Problem requirements = When you find the line with "readonly paperRect?: PxRect;" among the records below, reproduce it and each line after it exactly, ending with the line with "export const SHARED_PILE: DemoPile".

[Records from a dataset]
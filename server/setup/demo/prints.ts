import type { Face, Horizon, PrintMarks, PxRect } from '../../../shared/model/print';

/**
 * The demo's prints: our own drawn snapshots of an invented day out on a narrow-gauge railway to a
 * lighthouse. Rectangles are in pixels of the picture file; keep zones hold the subject with a little room.
 */
export interface DemoPrint {
  readonly file: string;
  readonly title: string;
  readonly widthIn: number;
  readonly heightIn: number;
  readonly pile: DemoPile;
  readonly keepZone: PxRect;
  readonly faces?: readonly Face[];
  readonly horizon?: Horizon;
  readonly marks?: Partial<PrintMarks>;
  readonly copies?: number;
  /** Only where it is not the centre crop: instant film with its white frame. */
  readonly paperRect?: PxRect;
}

export const DEMO_PILES = ['The line', 'The light', 'The beach', 'Us', 'From a relative'] as const;
export type DemoPile = (typeof DEMO_PILES)[number];
/** The pile that contributors may add to. */
export const SHARED_PILE: DemoPile = 'From a relative';

const box = (x1: number, y1: number, x2: number, y2: number): PxRect => ({ x: x1, y: y1, width: x2 - x1, height: y2 - y1 });
const level = (y: number): Horizon => ({ x1: 0, y1: y, x2: 1499, y2: y });
const ahead = (x1: number, y1: number, x2: number, y2: number): Face => ({ rect: box(x1, y1, x2, y2), facing: 'ahead' });

export const DEMO_PRINTS: readonly DemoPrint[] = [
  { file: 'headland.jpg', title: 'Headland and line', widthIn: 6, heightIn: 4, pile: 'The light', keepZone: box(1035, 165, 1190, 440), horizon: level(470) },
  { file: 'arrival.jpg', title: 'The train comes in', widthIn: 6, heightIn: 4, pile: 'The line', keepZone: box(35, 300, 1290, 990) },
  { file: 'tower.jpg', title: 'Skerrow Light', widthIn: 5, heightIn: 7, pile: 'The light', keepZone: box(215, 150, 640, 1040), marks: { oneOfAKind: true } },
  { file: 'nora.jpg', title: 'Nora in the wind', widthIn: 4, heightIn: 4, pile: 'Us', keepZone: box(150, 235, 880, 900), faces: [ahead(255, 400, 745, 875)], copies: 2 },
  {
    file: 'window.jpg',
    title: 'Gran and Ivo, third class',
    widthIn: 4,
    heightIn: 6,
    pile: 'The line',
    keepZone: box(195, 320, 810, 930),
    faces: [ahead(215, 400, 490, 690), ahead(480, 575, 715, 800)],
  },
  { file: 'picnic.jpg', title: 'Lunch on the grass', widthIn: 6, heightIn: 4, pile: 'The beach', keepZone: box(265, 165, 1190, 870), marks: { noUp: true } },
  { file: 'rope.jpg', title: 'Rope on the quay', widthIn: 4, heightIn: 4, pile: 'The beach', keepZone: box(360, 360, 640, 640), marks: { noUp: true }, copies: 2 },
  { file: 'ticket.jpg', title: 'Day return', widthIn: 3.5, heightIn: 5, pile: 'The line', keepZone: box(200, 380, 890, 860) },
  { file: 'pim.jpg', title: 'Pim', widthIn: 3.5, heightIn: 5, pile: 'The beach', keepZone: box(245, 390, 880, 1130), copies: 2 },
  { file: 'thrift.jpg', title: 'Thrift', widthIn: 4, heightIn: 6, pile: 'The beach', keepZone: box(330, 530, 700, 930), copies: 2 },
  { file: 'cliff.jpg', title: 'The stack', widthIn: 6, heightIn: 4, pile: 'The light', keepZone: box(540, 410, 880, 930), horizon: level(372), copies: 2 },
  { file: 'station.jpg', title: 'Skerrow Quay', widthIn: 6, heightIn: 4, pile: 'The line', keepZone: box(315, 200, 1230, 860) },
  { file: 'signal.jpg', title: 'Signal at dusk', widthIn: 3.5, heightIn: 5, pile: 'The line', keepZone: box(470, 110, 890, 490) },
  { file: 'gulls.jpg', title: 'Three gulls', widthIn: 6, heightIn: 4, pile: 'From a relative', keepZone: box(110, 460, 1460, 830), horizon: level(478) },
  { file: 'brick.jpg', title: 'Shed number 4', widthIn: 4, heightIn: 4, pile: 'The line', keepZone: box(375, 390, 620, 735), copies: 2 },
  {
    file: 'family.jpg',
    title: 'All of us at the wall',
    widthIn: 6,
    heightIn: 4,
    pile: 'Us',
    keepZone: box(325, 275, 1305, 985),
    faces: [ahead(375, 290, 580, 540), ahead(645, 345, 825, 545), ahead(880, 385, 1090, 560), ahead(505, 570, 715, 755), ahead(760, 580, 975, 745)],
  },
  { file: 'driver.jpg', title: 'The driver', widthIn: 4, heightIn: 6, pile: 'The line', keepZone: box(165, 340, 690, 770), faces: [ahead(345, 420, 640, 730)] },
  {
    file: 'beach.jpg',
    title: 'Kite on the sand',
    widthIn: 6,
    heightIn: 4,
    pile: 'The beach',
    keepZone: box(285, 60, 970, 850),
    faces: [ahead(535, 420, 645, 545), ahead(790, 455, 890, 550)],
    horizon: level(400),
  },
  { file: 'lens.jpg', title: 'The lens', widthIn: 4, heightIn: 4, pile: 'The light', keepZone: box(150, 150, 850, 850), marks: { noUp: true }, copies: 2 },
  { file: 'stair.jpg', title: '112 steps', widthIn: 4, heightIn: 6, pile: 'The light', keepZone: box(370, 540, 680, 880), marks: { noUp: true }, copies: 2 },
  { file: 'seawindow.jpg', title: 'Home again', widthIn: 6, heightIn: 4, pile: 'The line', keepZone: box(570, 310, 1460, 960), horizon: level(487) },
  {
    file: 'scone.jpg',
    title: 'Two scones',
    widthIn: 3.5,
    heightIn: 4.25,
    pile: 'The beach',
    keepZone: box(95, 225, 760, 890),
    marks: { instantFilm: true },
    // The picture is 3.1 in square, 0.2 in from the left and top edges of its white frame.
    paperRect: { x: -65, y: -65, width: 1129, height: 1371 },
  },
];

Written response =
  readonly paperRect?: PxRect;
}

export const DEMO_PILES = ['The line', 'The light', 'The beach', 'Us', 'From a relative'] as const;
export type DemoPile = (typeof DEMO_PILES)[number];
/** The pile that contributors may add to. */
export const SHARED_PILE: DemoPile = 'From a relative';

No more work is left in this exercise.